# Exercise:
I'd like every line from the material below that has "foundation" in it.

# Supplied data:
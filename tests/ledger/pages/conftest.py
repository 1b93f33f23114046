"""People at the pages of a scene, each signed in, with a second factor set up."""

from collections.abc import Callable

import pytest
from allauth.mfa.models import Authenticator
from django.db import transaction
from django.test import Client

from ledger.foundation.clocks import Chance, system_clock
from ledger.identity import operations as identity
from ledger.identity.models import Account, Seat
from tests.conftest import TickingClock
from tests.ledger import scene

At = Callable[[int], Client]


@pytest.fixture
def bay(db: None, ticking_clock: TickingClock, chance: Chance) -> scene.Scene:
    """The small commons with its season open, and ordinary members beside the officers."""
    return scene.opened(clock=ticking_clock, chance=chance)


@pytest.fixture
def at(bay: scene.Scene, chance: Chance) -> At:
    """Give a browser at which a member of the scene is signed in."""

    def sign_in(member: int) -> Client:
        with transaction.atomic():
            identity.open_account(
                username=f"person.{member}",
                commons_id=bay.commons_id,
                member=member,
                clock=system_clock,
                chance=chance,
            )
        seat = Seat.objects.get(commons_id=bay.commons_id, member=member)
        Authenticator.objects.get_or_create(
            user_id=seat.account_id,
            type=Authenticator.Type.TOTP,
            defaults={"data": {"secret": "JBSWY3DPEHPK3PXP"}},
        )
        client = Client()
        client.force_login(Account.objects.get(pk=seat.account_id))
        return client

    return sign_in
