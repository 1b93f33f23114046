"""Whoever comes second to a lock is told so, and a lock ends with its holder."""

import subprocess
import sys
import threading
from pathlib import Path

from django.db import connection

from ledger.foundation import locks
from tests.conftest import CommittingDatabase


def _elsewhere(name: str, key: int) -> bool:
    """Return whether a thread of its own, with a connection of its own, gets the lock."""
    got: list[bool] = []

    def tries() -> None:
        try:
            with locks.held(name=name, key=key) as is_mine:
                got.append(is_mine)
        finally:
            connection.close()

    thread = threading.Thread(target=tries)
    thread.start()
    thread.join()
    return got[0]


def test_the_second_is_told_and_the_next_gets_it(committing_db: CommittingDatabase) -> None:
    with locks.held(name="job", key=7) as is_mine:
        assert is_mine
        assert not _elsewhere("job", 7)
        # Whoever was refused has let go of nothing.
        assert not _elsewhere("job", 7)
        assert _elsewhere("job", 8)
        assert _elsewhere("clock", 7)
    assert _elsewhere("job", 7)


def test_a_lock_ends_though_the_work_fails(committing_db: CommittingDatabase) -> None:
    try:
        with locks.held(name="job", key=7):
            raise RuntimeError("no")
    except RuntimeError:
        pass
    assert _elsewhere("job", 7)


def test_a_lock_whose_connection_was_lost_can_be_let_go(committing_db: CommittingDatabase) -> None:
    with locks.held(name="job", key=7):
        connection.close()
    assert _elsewhere("job", 7)


def test_numbers_of_locks_are_of_64_bits_and_differ() -> None:
    numbers = {locks.lock_number(name=name, key=key) for name in "ab" for key in range(100)}
    assert len(numbers) == 200
    assert all(-(2**63) <= number < 2**63 for number in numbers)


HOLDER = """
import sys
from pathlib import Path
from ledger.foundation import locks
with locks.file_held(path=Path(sys.argv[1])) as is_mine:
    print(is_mine, flush=True)
    sys.stdin.read()
"""


def test_a_file_is_held_until_its_process_is_killed(tmp_path: Path) -> None:
    path = tmp_path / "held"
    holder = subprocess.Popen(
        [sys.executable, "-c", HOLDER, str(path)],
        stdin=subprocess.PIPE,
        stdout=subprocess.PIPE,
        cwd=Path(__file__).resolve().parents[3],
    )
    assert holder.stdin and holder.stdout
    try:
        assert holder.stdout.readline().strip() == b"True"
        with locks.file_held(path=path) as is_mine:
            assert not is_mine
    finally:
        holder.kill()
        holder.wait()
        holder.stdin.close()
        holder.stdout.close()
    with locks.file_held(path=path) as is_mine:
        assert is_mine
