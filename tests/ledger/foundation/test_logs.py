"""Log lines: one JSON object each, whatever was written into them."""

import json
import logging
import sys

import pytest

from ledger.foundation import logs


def _line(message: str, *values: object, **extra: object) -> str:
    record = logging.LogRecord("stintbook.test", logging.INFO, __file__, 1, message, values, None)
    record.__dict__.update(extra)
    assert logs.WithoutPaths().filter(record)
    return logs.JsonLine().format(record)


@pytest.mark.parametrize("sign", ["\n", "\r\n", "\u2028", "\x85", "\x00", '"}\n{"message": "x"}'])
def test_no_line_can_be_forged(sign: str) -> None:
    line = _line("said %s", f"a{sign}b")
    assert len(line.splitlines()) == 1
    assert json.loads(line)["message"] == f"said a{sign}b"


def test_a_line_says_when_in_utc() -> None:
    record = logging.LogRecord("x", logging.INFO, __file__, 1, "y", (), None)
    record.created = 1_772_355_600.25
    found = json.loads(logs.JsonLine().format(record))
    assert found["time"] == "2026-03-01T09:00:00.250+00:00"
    assert (found["level"], found["logger"]) == ("info", "x")


def test_an_address_in_the_words_of_others_is_left_out() -> None:
    line = _line("%s: %s", "Internal Server Error", "/card/a-secret/")
    assert json.loads(line)["message"] == "Internal Server Error: …"


def test_what_is_known_of_a_request_stands_in_its_lines_alone() -> None:
    logs.note(member=3)
    with logs.of_request(request_id="r1"):
        logs.note(member=4)
        inside = json.loads(_line("inside", facts={"status": 200}))
    outside = json.loads(_line("outside"))
    assert (inside["request_id"], inside["member"], inside["status"]) == ("r1", 4, 200)
    assert {"request_id", "member", "status"}.isdisjoint(outside)


def test_an_error_stays_within_its_line() -> None:
    try:
        raise ValueError("two\nlines")
    except ValueError:
        line = _line("failed", exc_info=sys.exc_info())
    assert len(line.splitlines()) == 1
    assert "ValueError: two\nlines" in json.loads(line)["error"]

# Response to the exercise:
from ledger.foundation.clocks import Chance, system_clock
from ledger.foundation import locks
from ledger.foundation import locks
filename tests/ledger/foundation/test_logs.py
from ledger.foundation import logs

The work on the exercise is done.